Jumlah korban meninggal dunia karena diduga mengalami hipotermia di Gunung Bawakaraeng, Kabupaten Gowa, Sulawesi Selatan, bertambah menjadi dua orang. Setelah seorang korban ditemukan tak bernyawa, satu jenazah pendaki lainnya ditemukan di lokasi terpisah.
"Identitas korban meninggal dunia yakni Stiven warga Pallantikan, Gowa, yang ditemukan di pos 7. Satu korban lagi bernama Rian yang ditemukan meninggal di pos 5 Gunung Bawakaraeng," ujar Kepala Kepolisian Sektor (Polsek) Tinggimoncong Inspektur Satu (Iptu) Hasan Fadly melalui pesan WhatsApp, Rabu (18/8).
Jasad Stiven, korban yang ditemukan meninggal dunia di pos 7 Gunung Bawakaraeng telah tiba di Puskesmas Tinggimoncong. Sementara jenazah Rian masih dievakuasi tim SAR gabungan.
"Untuk kronologi lengkapnya kami masih kumpulkan agar informasinya tidak simpang siur," ucap Hasan.
Penemuan jenazah kedua itu juga disampaikan Kepala Basarnas Sulsel Djunaidi. "Satu pendaki yang meninggal jenazahnya sudah dievakuasi di Puskesmas Tinggimoncong. Satu korban lainnya masih proses evakuasi," ucapnya.
Sementara itu, Kapolres Gowa AKBP Tri Goffarudin menegaskan, mereka sebelumnya sudah mengimbau pendaki agar tidak melakukan ekspedisi di Gunung Bawakaraeng. Alasannya, cuaca ekstrem sedang terjadi di sana.

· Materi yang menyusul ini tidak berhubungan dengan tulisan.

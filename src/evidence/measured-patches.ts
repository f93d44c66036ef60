/** Checks of the full wave against resonances of rectangular patches: measured ones, and independent solutions. */
import { gapPatch } from '../physics/full-wave/index.js';
import { type EvidenceCheck, INDEPENDENT_FULL_WAVE } from './check.js';
import { sheetFaces } from './engine-problems.js';

const CHANG =
  'E. Chang, S. A. Long and W. F. Richards, IEEE Trans. Antennas Propag. 34(6), 1986: measured, fed by probes';
const KARA = 'M. Kara, Microw. Opt. Technol. Lett. 12(3), 1996: measured, fed by probes';

interface Patch {
  readonly lengthMm: number;
  readonly widthMm: number;
  readonly heightMm: number;
  readonly permittivity: number;
  readonly ghz: number;
}

/** Frequency in GHz at which a gap across the middle of the lossless patch sees no reactance, by the secant rule. */
function resonance({ lengthMm, widthMm, heightMm, permittivity, ghz }: Patch): number {
  const [low, high] = [0.97 * ghz, 1.03 * ghz];
  const solve = gapPatch(
    {
      length: lengthMm * 1e-3,
      width: widthMm * 1e-3,
      slab: { permittivity, lossTangent: 0, height: heightMm * 1e-3 },
    },
    { low: 0.95e9 * ghz, high: 1.05e9 * ghz },
  );
  const reactance = (f: number): number => solve(f * 1e9, sheetFaces('none', f * 1e9)).impedance.im;
  let [before, now] = [low, high];
  let [x, y] = [reactance(before), reactance(now)];
  for (let step = 0; step < 2; step++) {
    const next = now - (y * (now - before)) / (y - x);
    [before, now, x, y] = [now, next, y, reactance(next)];
  }
  return now - (y * (now - before)) / (y - x);
}

const check = (
  patch: Patch,
  tolerance: number,
  origin: Pick<EvidenceCheck, 'source' | 'howKnown' | 'toleranceReason'>,
): EvidenceCheck => ({
  ...origin,
  id: `patch.resonance-${patch.lengthMm}x${patch.widthMm}x${patch.heightMm}`,
  topic: 'Resonance of patches: full wave',
  quantity: `resonance of a patch ${patch.lengthMm} mm long and ${patch.widthMm} mm wide on ${patch.heightMm} mm of permittivity ${patch.permittivity}`,
  expected: patch.ghz,
  unit: 'GHz',
  tolerance: tolerance * patch.ghz,
  compute: () => resonance(patch),
});

const measured = (source: string) =>
  ({
    source,
    howKnown: 'memory',
    toleranceReason: '3 %: the probe’s reactance moves the reading, permittivity and etching are known to a per cent',
  }) as const;
const solved = {
  source: INDEPENDENT_FULL_WAVE,
  howKnown: 'independent solution',
  toleranceReason: '0.25 % asked of the engine and 0.2 % of the reference, root of sum of squares',
} as const;

export const patchResonanceChecks: readonly EvidenceCheck[] = [
  ...(
    [
      [38, 57, 3.175, 2.31],
      [30.5, 45.5, 3.175, 2.89],
      [19.5, 29.5, 3.175, 4.24],
      [11, 17, 1.524, 7.87],
    ] as const
  ).map(([lengthMm, widthMm, heightMm, ghz]) =>
    check({ lengthMm, widthMm, heightMm, permittivity: 2.33, ghz }, 0.03, measured(CHANG)),
  ),
  check({ lengthMm: 25, widthMm: 20, heightMm: 0.79, permittivity: 2.22, ghz: 3.97 }, 0.03, measured(KARA)),
  check({ lengthMm: 1.013, widthMm: 1.25, heightMm: 0.127, permittivity: 3, ghz: 77.053 }, 0.0032, solved),
  check({ lengthMm: 1.055, widthMm: 0.5, heightMm: 0.1, permittivity: 3.16, ghz: 77.419 }, 0.0032, solved),
  check({ lengthMm: 0.875, widthMm: 1.1, heightMm: 0.2, permittivity: 3.55, ghz: 77.454 }, 0.0032, solved),
];
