import type { Method } from './method.js';
import { arraysMethods, fullWaveMethods } from './methods-arrays.js';
import { columnsMethods, suppliersMethods } from './methods-boards.js';
import { linesMethods } from './methods-lines.js';
import { copperMethods, laminatesMethods, textureMethods } from './methods-materials.js';

export type { Method } from './method.js';

/** Every method in the program, grouped copper, texture, laminates, lines, columns, arrays, what is asked of suppliers. */
export const methods: readonly Method[] = [
  ...copperMethods,
  ...textureMethods,
  ...laminatesMethods,
  ...linesMethods,
  ...columnsMethods,
  ...fullWaveMethods,
  ...arraysMethods,
  ...suppliersMethods,
];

"Saya selaku Kapolres Gowa bersama seluruh jajaran turut berbelasungkawa. Semoga keluarga yang ditinggalkan tabah menghadapi," ujar suami penyanyi dangdut Uut Permatasari ini.
Sebelumnya, sekitar 812 orang berasal dari pecinta alam dan organisasi berada di Gunung Bawakaraeng melakukan pengibaran bendera Merah Putih dalam rangka memperingati HUT ke-76 Kemerdekaan Republik Indonesia. Namun, cuaca mulai tidak bersahabat sejak pagi hari pada tanggal 17 Agustus 2021. Sejumlah pendaki mengalami hipotermia.